* s3thorp

Synchronisation of files with S3 using the hash of the file contents.

Based on Alex Kudlick's JavaScript implementation [[https://github.com/akud/aws-s3-sync-by-hash][aws-s3-sync-by-hash]].

The normal ~aws s3 sync ...~ command only uses the time stamp of files
to decide what files need to be copied.
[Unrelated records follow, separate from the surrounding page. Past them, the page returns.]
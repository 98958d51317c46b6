/**
 * A lot's document: a certificate of conformity, or an analysis statement when the lot's status does
 * not allow one. Both give the parties, the wine, the spec version each analysis was judged against,
 * every result with its uncertainty and verdict, the decision rule, the independent audit's outcome,
 * and the caution that it does not replace an accredited laboratory's report or the market's controls.
 */
import { Document, Page, StyleSheet, Text, View, renderToBuffer } from "@react-pdf/renderer";
import { convert, findParameter, UNITS, type ResultComparison } from "../../shared/engine/index.ts";
import { governingCitations, verdictText } from "../../shared/lots/verdict-text.ts";
import { ANALYSIS_STAGE_LABELS } from "../../shared/lots/vocabulary.ts";
import { CONDITION_LABELS } from "../../shared/deviations/vocabulary.ts";
import type { AnalysisView, LotAuditView, LotDetail, StoredVerdict } from "../../shared/lots/views.ts";
import { registerPdfFonts } from "./fonts.ts";
import { PageFooter } from "./page-footer.tsx";
import { base, stamp } from "./styles.ts";

const s = {
  ...base,
  ...StyleSheet.create({
    p: { width: "24%", paddingRight: 4 },
    r: { width: "22%", paddingRight: 4 },
    l: { width: "36%", paddingRight: 4 },
    v: { width: "18%" },
    c: { width: "20%", paddingRight: 4 },
    statement: { fontSize: 11, fontWeight: 600 },
  }),
};

export interface LotDocumentData {
  /** "certificate" only for a lot whose status allows one; otherwise an analysis statement. */
  kind: "certificate" | "statement";
  number: string;
  lot: LotDetail;
  /** The producer's analyses the status rests on, oldest first. */
  declared: AnalysisView[];
  audit: (LotAuditView & { analysis: AnalysisView | null }) | null;
  issuedBy: { name: string; role: string; organisation: string };
  issuedAt: Date;
}

const name = (p: string) => findParameter(p)?.name ?? p;
const inUnit = (x: number | null, c: ResultComparison) => (x === null ? null : convert(x, c.unit, c.displayUnit));
const num = (x: number | null) => (x === null ? "—" : String(Number(x.toPrecision(3))));

function Results({ verdicts }: { verdicts: StoredVerdict[] }) {
  return (
    <>
      <View style={s.head}>
        <Text style={s.p}>Parameter</Text>
        <Text style={s.r}>Result ± U (k = 2)</Text>
        <Text style={s.l}>Governing limits</Text>
        <Text style={s.v}>Verdict</Text>
      </View>
      {verdicts.map((v) => {
        const t = verdictText(v);
        return (
          <View key={v.parameter} style={s.row} wrap={false}>
            <Text style={s.p}>{name(v.parameter)}</Text>
            <Text style={s.r}>{t.result}</Text>
            <Text style={s.l}>{t.limits}</Text>
            <Text style={s.v}>{v.outcome}</Text>
          </View>
        );
      })}
    </>
  );
}

const TITLES = { certificate: "Certificate of conformity", statement: "Analysis statement" } as const;

function versionText(a: AnalysisView) {
  return a.evaluation?.specVersion
    ? `judged against spec version ${a.evaluation.specVersion.number}`
    : "not judged: no agreed spec version";
}

/**
 * Laid out after what ISO/IEC 17050-1:2004 (corrected 2007-06-15), clause 6.1, asks of a declaration
 * of conformity: its identification, the issuer, the object, the statement, the requirements it
 * refers to, date and place of issue, who validates it, and any limitation on its validity.
 */
function LotDocument({ d }: { d: LotDocumentData }) {
  const { lot, declared, audit } = d;
  const title = TITLES[d.kind];
  const status = lot.status;
  const rules = [
    ...new Set(
      [...declared.flatMap((a) => a.evaluation?.verdicts ?? []), ...(audit?.analysis?.evaluation?.verdicts ?? [])].map((v) => v.ruleText),
    ),
  ];
  const citations = governingCitations([
    ...declared.flatMap((a) => a.evaluation?.verdicts ?? []),
    ...(audit?.analysis?.evaluation?.verdicts ?? []),
  ]);
  const markets = [
    ...new Set(
      [...declared, ...(audit?.analysis ? [audit.analysis] : [])]
        .flatMap((a) => Object.entries(a.evaluation?.marketVersions ?? {}))
        .map(([m, v]) => `${m} (rule pack ${v})`),
    ),
  ];
  return (
    <Document title={`${title} ${d.number}`} author="Cellarpact">
      <Page size="A4" style={s.page}>
        <Text style={s.brand}>Cellarpact · {title}</Text>
        <Text style={s.h1}>
          Lot {lot.lotCode} · {lot.wineName} {lot.vintage}
        </Text>

        <Text style={s.h2}>Identification</Text>
        <Text>
          {title} {d.number}
        </Text>
        <Text>
          Issued on {stamp(d.issuedAt)}, electronically through Cellarpact, by {d.issuedBy.name} ({d.issuedBy.role},{" "}
          {d.issuedBy.organisation}).
        </Text>
        <Text>
          Supplier: {lot.producerName} · Buyer: {lot.contract.retailer.name} · Contract {lot.contractReference}
        </Text>

        <Text style={s.h2}>Object</Text>
        <Text>
          Lot {lot.lotCode} of {lot.wineName}, vintage {lot.vintage}, {lot.contract.wine.colour} {lot.contract.wine.category} wine from{" "}
          {lot.contract.wine.region} · {lot.volumeLitres.toLocaleString("en-GB")} L · for {lot.market}
        </Text>

        <View style={s.box}>
          <Text style={s.statement}>Status: {status.label}</Text>
          <Text>{status.reason}</Text>
          {status.concession && (
            <>
              <Text style={{ marginTop: 4 }}>
                Concession: deviation #{status.concession.deviationId}, decided with the reason "{status.concession.reason}".
              </Text>
              {status.concession.conditions.length ? (
                status.concession.conditions.map((c, i) => (
                  <Text key={i}>
                    · Condition, {CONDITION_LABELS[c.kind].toLowerCase()}: {c.detail}
                  </Text>
                ))
              ) : (
                <Text>· No conditions attached.</Text>
              )}
            </>
          )}
          {d.kind === "statement" && (
            <Text style={{ marginTop: 4 }}>This is not a certificate of conformity: the lot's status does not allow one.</Text>
          )}
        </View>

        <Text style={s.h2}>Requirements referred to</Text>
        <Text>
          {lot.governing
            ? `Specification of contract ${lot.contractReference}, version ${lot.governing.number} (agreed${lot.governing.decidedAt ? ` ${lot.governing.decidedAt.slice(0, 10)}` : ""}), vintages ${lot.governing.vintageFrom}${lot.governing.vintageTo ? `–${lot.governing.vintageTo}` : " onwards"}.`
            : "No agreed specification governs this vintage."}
        </Text>
        <Text>
          Legal limits of the destination market: {markets.join(", ") || lot.market}. The texts the governing legal limits below come from:
        </Text>
        {citations.length ? (
          citations.map((c) => (
            <Text key={c.text} style={s.small}>
              · {c.market}: {c.text}
              {c.unconfirmed ? ` — citation not yet confirmed: ${c.unconfirmed}` : ""}
            </Text>
          ))
        ) : (
          <Text style={s.small}>· none: the buyer's limits are stricter wherever the law sets one.</Text>
        )}

        <Text style={s.h2}>Results declared by the producer</Text>
        {declared.length ? (
          declared.map((a) => (
            <View key={a.id}>
              <Text style={s.small}>
                {ANALYSIS_STAGE_LABELS[a.stage]} · {a.laboratoryName}
                {a.accreditation ? ` (accreditation ${a.accreditation})` : " (not accredited)"} · sampled {a.sampleDate} · {versionText(a)}{" "}
                · engine {a.evaluation?.engineVersion}
              </Text>
              <Results verdicts={a.evaluation?.verdicts ?? []} />
            </View>
          ))
        ) : (
          <Text style={s.small}>No declared analysis.</Text>
        )}

        <Text style={s.h2}>Independent audit</Text>
        {audit?.analysis ? (
          <>
            <Text style={s.small}>
              {audit.reference} · {audit.laboratoryName}
              {audit.analysis.accreditation ? ` (accreditation ${audit.analysis.accreditation})` : ""}
              {audit.reportReference ? ` · report ${audit.reportReference}` : ""} · sampled {audit.analysis.sampleDate}
            </Text>
            <Results verdicts={audit.analysis.evaluation?.verdicts ?? []} />
            {audit.comparisons.some((c) => c.outcome === "discrepant") && (
              <Text style={{ marginTop: 4, fontWeight: 600 }}>
                The independent audit disagrees with the declared results on{" "}
                {audit.comparisons
                  .filter((c) => c.outcome === "discrepant")
                  .map((c) => name(c.parameter))
                  .join(", ")}
                ; see the deviation opened for it.
              </Text>
            )}
            <Text style={[s.small, { marginTop: 6 }]}>
              Agreement with the declared results (ISO 13528 scores, the independent laboratory as reference):
            </Text>
            <View style={s.head}>
              <Text style={s.c}>Parameter</Text>
              <Text style={s.c}>Declared / independent</Text>
              <Text style={s.c}>En</Text>
              <Text style={s.c}>z</Text>
              <Text style={s.c}>Reading</Text>
            </View>
            {audit.comparisons.map((c) => (
              <View key={c.parameter} style={s.row} wrap={false}>
                <Text style={s.c}>{name(c.parameter)}</Text>
                <Text style={s.c}>
                  {num(inUnit(c.declared, c))} / {num(inUnit(c.independent, c))} {UNITS[c.displayUnit]?.label ?? c.displayUnit}
                </Text>
                <Text style={s.c}>{num(c.en)}</Text>
                <Text style={s.c}>{num(c.z)}</Text>
                <Text style={s.c}>{c.outcome}</Text>
              </View>
            ))}
          </>
        ) : (
          <Text style={s.small}>
            {audit ? `${audit.reference} with ${audit.laboratoryName}: results not in yet.` : "No independent audit of this lot."}
          </Text>
        )}

        <Text style={s.h2}>Decision rule</Text>
        <Text>
          The status above covers only the results listed, on the samples analysed. Each result is held against its governing limit, the
          stricter of the buyer's agreed limit and the destination market's legal limit, under the decision rule agreed in the
          specification. The rule decides how measurement uncertainty counts: with a guard band a result passes only when it stays inside
          the limit by the band; a "conditional" verdict (ILAC-G8) means the limit lies within the result's uncertainty interval, so
          conformity is likely but not shown.
        </Text>
        {rules.map((r) => (
          <Text key={r} style={s.small}>
            · {r}
          </Text>
        ))}

        <View style={s.box} wrap={false}>
          <Text style={{ fontWeight: 600 }}>Caution</Text>
          <Text>
            This document summarises results recorded in Cellarpact. It does not replace the test report of an accredited laboratory, nor
            the checks of the destination market's authorities. Legal limits and the sulphite allergen statement follow the law of the
            market of sale; confirm them with the competent authority before release.
          </Text>
        </View>
        <Text style={s.h2}>Limitations</Text>
        <Text>
          Valid for the lot named above and the samples analysed, on the results listed, as they stood on the date of issue. A later
          analysis, a later spec version or a decision on a deviation may change the lot's status; the status shown in Cellarpact is the
          current one.
        </Text>
        <Text style={[s.small, { marginTop: 8 }]}>
          Laid out after ISO/IEC 17050-1:2004 (corrected version 2007-06-15), clause 6.1, on what a declaration of conformity contains: its
          identification, the issuer, the object, the statement, the requirements referred to, the date of issue, who issued it, and the
          limitations on its validity.
        </Text>
        <PageFooter label={`${d.number} · issued ${stamp(d.issuedAt)}`} />
      </Page>
    </Document>
  );
}

export async function renderLotDocument(d: LotDocumentData): Promise<Buffer> {
  registerPdfFonts();
  return renderToBuffer(<LotDocument d={d} />);
}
This utility looks at the md5
hash of the file contents.

* How does aws-s3-sync-by-hash do it?

The following is a rough, first draft, pseudo-scala, impression of the process.

** constructor

val options = Load command line arguments and AWS security keys.

** def sync(): Promise[Upload]

val uploadPromise = createUploadPromise()
if options contains delete then createDeletePromise()
else return uploadPromise

** def createUploadPromise(): Promise[Upload]

readdir(options(root))
loadS3MetaData
filterByHash
uploadFile
callback(file => uploadedFiles += file)

** def loadS3MetaData: Stream[S3MetaData]

HEAD(bucket, key)
map (metadata => S3MetaData(localFile, bucket, key, metadata.hash, metadata.lastModified))

** def filterByHash(p: S3MetaData => Boolean): Stream[S3MetaData]

md5File(localFile)
filter(localHash => options.force || localHash != metadataHash)

** def uploadFile(upload: Upload): IO[Unit]

S3Upload(bucket, key, localFile)

** def createDeletePromise(): Promise[Delete]

S3AllKeys(bucket, key)
filter(remoteKey => localFileExists(remoteFile).negate)

** def deleteFile(delete: Delete): IO[Unit]

S3Delete(bucket, key, remoteKey)